Oleh : Devita Nanda Fitriani, S.Pd (Freelance Writer)
Memasuki tahun 2021 Covid-19 masih menjadi momok bagi dunia. Kasus terbaru yang memprihatinkan yakni terjadinya tsunami Covid-19 di India. Dikutip dari website www.kompas.com (24/4/2021), kasus Covid-19 di India terus mengalami peningkatan pada posisi yang belum dapat diprediksi, saat rumah sakit dalam situasi kewalahan dengan jumlah pasien yang membludak. Penerbangan dari luar negeri dengan tujuan India pun dilarang.
Lonjakan kasus disinyalir akibat adanya varian baru virus corona yang menurut Badan Kesehatan Dunia (WHO) pertama kali terdeteksi di India musim gugur lalu, seperti yang dikutip dari CBC pada Jumat (23/4/2021).
Namun, beberapa kalangan berpendapat bahwa ada faktor-faktor lain yang juga diyakini berkontribusi dalam penyebarannya yang cepat disana. Dikatakan bahwa, selain varian baru virus corona, kepadatan penduduk dan meningkatnya kemiskinan yang dibarengi dengan ketidakpatuhan masyarakat kepada protokol kesehatan diprediksi menjadi kombinasi tepat bagi virus untuk menyebar.
Melihat situasi di India, maka Indonesia juga perlu belajar agar kasus demikian tidak terjadi. Pasalnya, kondisi Indonesia serupa dengan India. Berdasarkan data yang termaktub dari www.wikipedia.com (3/5/2021) yang bersumber dari Hitungan Situs Resmi, per tanggal 21 Januari 2021 jumlah penduduk Indonesia juga tergolong padat yakni mencapai angka 271.349.889 jiwa (3,48 % dari keseluruhan jumlah penduduk dunia) dan menempati posisi keempat sebagai negara dengan jumlah warga negara terbanyak di dunia.
Sedangkan dari aspek kemiskinan Indonesia juga masih memiliki angka yang cukup tinggi. Data terbaru yang dirilis oleh Badan Pusat Statistik (BPS) menyatakan jika persentase penduduk miskin pada September 2020 naik menjadi 10,19 %, meningkat 0,41 % pada Maret 2020 dan meningkat 0,97 % pada September 2019.
Dua aspek diatas seharusnya menjadi alarm peringatan bagi rezim sebagai pemimpin agar lebih berhati-hati dalam mengeluarkan kebijakan untuk mengatasi pandemi saat ini. Hal ini sebagaimana definisi seorang pemimpin. Bahwa, mereka adalah individu yang membantu diri sendiri dan orang lain melakukan hal yang benar (do the right things) dan harus menjadi sosok yang akan selalu memastikan bahwa yang dipimpinnya tidak kekurangan dalam hal apapun.
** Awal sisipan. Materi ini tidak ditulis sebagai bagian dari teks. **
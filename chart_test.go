package main

import (
	"bytes"
	"encoding/csv"
	"encoding/xml"
	"os"
	"path/filepath"
	"strings"
	"testing"

	"github.com/stretchr/testify/assert"
	"github.com/stretchr/testify/require"

	"nodelife/engine/plan"
	"nodelife/engine/scenario"
)

func chartRun(t *testing.T, stdin string, args ...string) (code int, stdout, stderr string) {
	t.Helper()
	var out, errOut bytes.Buffer
	code = run(append([]string{"chart"}, args...), strings.NewReader(stdin), &out, &errOut)
	return code, out.String(), errOut.String()
}

func chartFile(t *testing.T, name string, data []byte) string {
	t.Helper()
	p := filepath.Join(t.TempDir(), name)
	require.NoError(t, os.WriteFile(p, data, 0o644))
	return p
}

// chartXML checks that doc is well-formed XML with an <svg> root and
// returns the root's attributes.
func chartXML(t *testing.T, doc string) map[string]string {
	t.Helper()
	d := xml.NewDecoder(strings.NewReader(doc))
	attrs := map[string]string{}
	for {
		tok, err := d.Token()
		if err != nil {
			require.ErrorContains(t, err, "EOF")
			break
		}
		if se, ok := tok.(xml.StartElement); ok && len(attrs) == 0 {
			require.Equal(t, "svg", se.Name.Local)
			for _, a := range se.Attr {
				attrs[a.Name.Local] = a.Value
			}
		}
	}
	require.NotEmpty(t, attrs, "no root element")
	return attrs
}

func TestChartSVG(t *testing.T) {
	p := chartFile(t, "demo.json", scenario.DemoJSON())
	code, out, errOut := chartRun(t, "", p)
	require.Equal(t, 0, code, errOut)
	attrs := chartXML(t, out)
	assert.Equal(t, "960", attrs["width"])
	assert.Equal(t, "540", attrs["height"])
	assert.Contains(t, out, "Brindle Market")
	assert.Contains(t, out, "reserve 10 %", "the scenario's reserve line")
	r, err := plan.Run(scenario.Demo())
	require.NoError(t, err)
	assert.Contains(t, out, r.Swaps[0].Date)

	// --svg explicitly, the size flags, flags after the file, standard input.
	code, out2, errOut := chartRun(t, string(scenario.DemoJSON()), "-", "--svg", "--width", "1200", "--height", "700")
	require.Equal(t, 0, code, errOut)
	attrs = chartXML(t, out2)
	assert.Equal(t, "0 0 1200 700", attrs["viewBox"])
}

func TestChartCSV(t *testing.T) {
	p := chartFile(t, "demo.json", scenario.DemoJSON())
	r, err := plan.Run(scenario.Demo())
	require.NoError(t, err)

	code, out, errOut := chartRun(t, "", "--csv", p)
	require.Equal(t, 0, code, errOut)
	rows, err := csv.NewReader(strings.NewReader(out)).ReadAll()
	require.NoError(t, err)
	require.Len(t, rows, len(r.Daily)+1)
	assert.Equal(t, []string{"date", "soc_min_pct", "soc_mean_pct", "soc_max_pct",
		"temp_min_c", "temp_mean_c", "temp_max_c", "harvest_wh", "load_wh"}, rows[0])
	assert.Equal(t, r.Daily[0].Date, rows[1][0])
	assert.Equal(t, r.Daily[len(r.Daily)-1].Date, rows[len(rows)-1][0])
	assert.True(t, strings.HasSuffix(out, "\r\n"))

	code, out, errOut = chartRun(t, "", p, "--swaps-csv")
	require.Equal(t, 0, code, errOut)
	rows, err = csv.NewReader(strings.NewReader(out)).ReadAll()
	require.NoError(t, err)
	require.Len(t, rows, len(r.Swaps)+1)
	assert.Equal(t, []string{"date", "due", "reason"}, rows[0])
	assert.Equal(t, []string{r.Swaps[0].Date, r.Swaps[0].Due, r.Swaps[0].Reason}, rows[1])
}

func TestChartWeatherFile(t *testing.T) {
	// A weather file named relative to the scenario file is read from its
	// folder, as plan reads it.
	data, err := os.ReadFile("engine/weather/testdata/nsrdb-tmy3-724666-golden-co.csv")
	require.NoError(t, err)
	dir := t.TempDir()
	require.NoError(t, os.WriteFile(filepath.Join(dir, "golden.csv"), data, 0o644))
	s := scenario.Demo()
	s.Site.LatDeg, s.Site.LonDeg, s.Site.Timezone = 39.742, -105.179, "America/Denver"
	s.Site.Placement, s.Site.WeatherFile = scenario.Outdoor, "golden.csv"
	s.Harvest.Kind = scenario.HarvestPanel
	s.Cells.Chemistry, s.Cells.Form = "li-ion", "18650"
	s.Plan.Years = 1
	p := filepath.Join(dir, "golden-node.json")
	require.NoError(t, os.WriteFile(p, s.JSON(), 0o644))
	code, out, errOut := chartRun(t, "", "--csv", p)
	require.Equal(t, 0, code, errOut)
	rows, err := csv.NewReader(strings.NewReader(out)).ReadAll()
	require.NoError(t, err)
	harvested := false
	for _, row := range rows[1:] {
		harvested = harvested || row[7] != "0.000000"
	}
	assert.True(t, harvested, "no day with harvest")
	code, out, errOut = chartRun(t, "", p)
	require.Equal(t, 0, code, errOut)
	chartXML(t, out)
	assert.Contains(t, out, `class="harvest"`)
}

func TestChartBadInput(t *testing.T) {
	bad := chartFile(t, "aisle-9.json", []byte(`{"cells": {"capacity_mah": -5}, "node": {"vision": {"fsp": 3}}}`))
	code, out, errOut := chartRun(t, "", bad)
	assert.Equal(t, 2, code)
	assert.Empty(t, out)
	lines := strings.Split(strings.TrimSpace(errOut), "\n")
	require.Len(t, lines, 2, errOut)
	assert.True(t, strings.HasPrefix(lines[0], "nodelife: "+bad+": cells.capacity_mah: -5 is out of range"), lines[0])
	assert.True(t, strings.HasPrefix(lines[1], "nodelife: "+bad+": node.vision.fsp: "), lines[1])

	// A weather file that is not there: the file and the field.
	s := scenario.Demo()
	s.Site.WeatherFile = "nowhere.epw"
	p := chartFile(t, "weather.json", s.JSON())
	code, _, errOut = chartRun(t, "", "--csv", p)
	assert.Equal(t, 2, code)
	assert.Contains(t, errOut, p+": site.weather_file: ")
	assert.Contains(t, errOut, "nowhere.epw")

	demo := chartFile(t, "demo.json", scenario.DemoJSON())
	for _, args := range [][]string{
		{},                                   // no file
		{demo, demo},                         // two files
		{"--csv", "--svg", demo},             // two formats
		{"--width", "100", demo},             // too narrow
		{"--height", "99999", demo},          // too tall
		{"--colour", demo},                   // unknown flag
		{filepath.Join(t.TempDir(), "none")}, // missing file
	} {
		code, out, errOut := chartRun(t, "", args...)
		assert.Equal(t, 2, code, "chart %q: %s", args, errOut)
		assert.Empty(t, out, "chart %q", args)
		assert.True(t, strings.HasPrefix(errOut, "nodelife: "), "chart %q: %s", args, errOut)
	}
}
Menganalisis lebih dalam, memang benar bahwa saat ini rezim telah melakukan berbagai hal untuk mencegah penyebaran virus. Ironinya, usaha-usaha yang dilakukan pada akhirnya selalu menimbulkan permasalahan lain. Yang paling miris yakni dana bantuan sosial untuk pihak yang terdampak pandemi nyatanya dikorupsi oleh menteri sosial itu sendiri. Atau kebijakan-kebijakan yang diambil dengan alasan perbaikan ekonomi dengan risiko membiarkan mobilitas penduduk yang padat disaat pandemi, nyatanya juga tidak bisa menurunkan angka kemiskinan. Disisi lain, vaksin yang dikatakan sebagai salah satu solusi ternyata juga menimbulkan kisruh ditengah masyarakat.
Realitas tersebut menuntun kita untuk mengakui satu hal, yakni selama rezim masih mengandalkan solusi yang bersumber dari aturan Demokrasi-Kapitalisme yang diterapkan oleh negara saat ini maka penyelesaian problematika yang ada tidak akan pernah tuntas. Sesederhana apapun permasalahannya.
Hal ini juga semakin menguatkan pendapat bahwa berharap pada aturan yang bersumber dari akal manusia adalah hal yang tidak tepat. Baik Demokrasi-Kapitalisme yang saat ini diterapkan oleh mayoritas negara di dunia termasuk Indonesia maupun Sosialisme-Komunisme yang pengaruhnya telah memudar bersama dengan keruntuhan negara besar pengembannya.
Olehnya solusi terbaik untuk menyelesaikan problematika hanyalah kembali kepada aturan Sang Pencipta manusia, yaitu Islam yang bersumber dari wahyu Allah SWT. Dengan karakteristik aturannya yang paripurna (lengkap) maka Islam akan menjadi pemecah masalah terbaik bagi semua problematika yang ada, baik dari segi persoalan ekonomi, pendidikan, maupun kesehatan seperti pandemi Covid-19. Wallahua’lam.